In this way, the ambitions that women should have in life are perceived differently to those normally considered for men. Typically, men are expected to be career-driven and their role in the family (if they eventually decide to have one) is that of the provider, thus strengthening their ambition towards a higher paying job and greater leadership positions. Leadership is normatively considered a trait in men, whereas occasionally when women display leadership, it still seems unnatural. Contrarily, a woman's ambition is assumed to be more dedicated to raising children – if a woman’s working life impedes her in any way of being a “good” mother, then she should always give it up to achieve that family greatness.


In this stereotypical scenario, the personal choices that women make should always take them towards having a family, even if that means compromising their career trajectory when the clash between work and family is no longer sustainable. Even more so, women are expected to have multiple roles within their communities, families, workplaces and to invest a great amount of energy and time in all of them. Thus, they can potentially experience a role overload, which causes an increase of stress, a decrease of wellbeing and a potential strain in their relationships with their partner, their children and other people close to them.

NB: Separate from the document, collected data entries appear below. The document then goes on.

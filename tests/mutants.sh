#!/usr/bin/env bash
# Mutation testing of the core's formula modules with cargo-mutants (from
# crates.io: `cargo install cargo-mutants`). Each mutant (an operator flipped,
# a return value replaced…) is built and the core's unit and integration tests
# run against it; a mutant the tests do not catch is either killed by a new
# test or listed in DEVELOPERS.md ("Mutation testing") as equivalent, with
# the reason. Results land in mutants.out/ (ignored by git).
#
#   bash tests/mutants.sh              # every formula module
#   bash tests/mutants.sh --list       # only list the mutants
#   bash tests/mutants.sh -f app/core/src/vertex.rs   # one file (cargo-mutants flags pass through)
set -euo pipefail
cd "$(dirname "$0")/.."
command -v cargo-mutants >/dev/null 2>&1 || cargo install cargo-mutants --locked

# The formula modules: every figure a practitioner orders from passes through them.
FORMULAS=(
  vertex near equivalent toric rounding amplitude vectors meridians recommend
  power_matrix overrefraction report_overrefraction rotation
  magnification lens_form percent report_image_size
  tolerances lens_check chart
)
args=()
if ! printf '%s\n' "$@" | grep -qE '^(-f|--file)$'; then
  for f in "${FORMULAS[@]}"; do args+=(--file "app/core/src/$f.rs"); done
fi
# Unit and integration tests (doc tests check examples, not thresholds, and
# would triple the time per mutant).
# Fewer property-test cases per mutant keeps a run to minutes per file.
export PROPTEST_CASES="${PROPTEST_CASES:-64}"
# nextest when installed (`cargo install cargo-nextest`), cargo's own runner otherwise.
tool=cargo
command -v cargo-nextest >/dev/null 2>&1 && tool=nextest
exec cargo mutants --package lensplane-core --test-tool "$tool" --profile mutants --jobs "${MUTANTS_JOBS:-2}" \
  "${args[@]}" "$@"
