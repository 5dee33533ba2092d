// Where opening the history spends its time (a tool for performance work, not a test):
// seeds N invented entries (default 10,000, one minute apart; SPREAD_HOURS=1 spreads them an
// hour apart), opens /history with the CPU slowed 4× under Chromium's sampling profiler and
// prints the 40 functions with the most self time, in ms. Function names need a build that
// keeps them: target/release/lensplane build --no-opt --out /tmp/prof-dist
// Run: cd tests && LENSPLANE_DIST=/tmp/prof-dist node bench/history-profile.mjs
import { startServer, launch, waitForApp } from '../browser/harness.js';
import { makeEntries, storedLayout, writeItems } from '../browser/history-fixtures.js';
const n = Number(process.env.N || 10000);
const step = Number(process.env.SPREAD_HOURS || 0) * 3600000 || 60000;
const server = await startServer();
const browser = await launch();
try {
  const items = storedLayout(makeEntries(n, Date.UTC(2024, 4, 3, 8, 0), step));
  const context = await browser.newContext();
  const page = await context.newPage();
  await page.goto(server.url('icons/icon.svg'));
  await page.evaluate(writeItems, items);
  const cdp = await context.newCDPSession(page);
  await cdp.send('Emulation.setCPUThrottlingRate', { rate: 4 });
  await cdp.send('Profiler.enable');
  await cdp.send('Profiler.setSamplingInterval', { interval: 200 });
  await cdp.send('Profiler.start');
  await page.goto(server.url('history'));
  await waitForApp(page);
  await page.waitForSelector('.history-entry');
  await page.waitForFunction(() => globalThis.lensplaneHistoryLoadMs !== undefined);
  const { profile } = await cdp.send('Profiler.stop');
  console.log('busy ms', await page.evaluate(() => globalThis.lensplaneHistoryLoadMs), 'in', await page.evaluate(() => globalThis.lensplaneHistorySlices), 'slices');
  const self = new Map();
  const byId = new Map(profile.nodes.map((x) => [x.id, x]));
  const dt = profile.timeDeltas; const samples = profile.samples;
  for (let i = 0; i < samples.length; i++) {
    const node = byId.get(samples[i]);
    const name = node.callFrame.functionName || node.callFrame.url.split('/').pop() || '(anon)';
    self.set(name, (self.get(name) || 0) + (dt[i] || 0) / 1000);
  }
  const top = [...self].sort((a, b) => b[1] - a[1]).slice(0, 40);
  for (const [k, v] of top) console.log(v.toFixed(1).padStart(8), k.slice(0, 140));
} finally { await browser.close(); await server.stop(); }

There’s a need to look at work and life outside of work not as balance, but as integration. Finding a balance is an impossible task, especially depending on what everyone actually prefers to do. By using the word “balance”, women are forced to define the important aspects of their lives through the lens of a scale, which is reduced to two sides in order to find the perfect stabilising point. It separates women into two distinct and opposing roles. Realistically, women are much more than these discrete roles into which they are automatically prescribed. When it is a one-size-fits-all, balance takes away women’s individual wants, needs, hopes and dreams.


Passion and drive are two qualities that have long been frowned upon in women, but we are slowly shifting away from this perspective. Perhaps what we want is not balance at all, but a way of integrating work, family life and life outside these two in the most suitable way for each individual. Women have realised that men have become aware of it as well (and some have even been supporting their respective partners in fulfilling their work goals), and companies are more and more attentive to the incredible value that having women in top leadership positions means for them.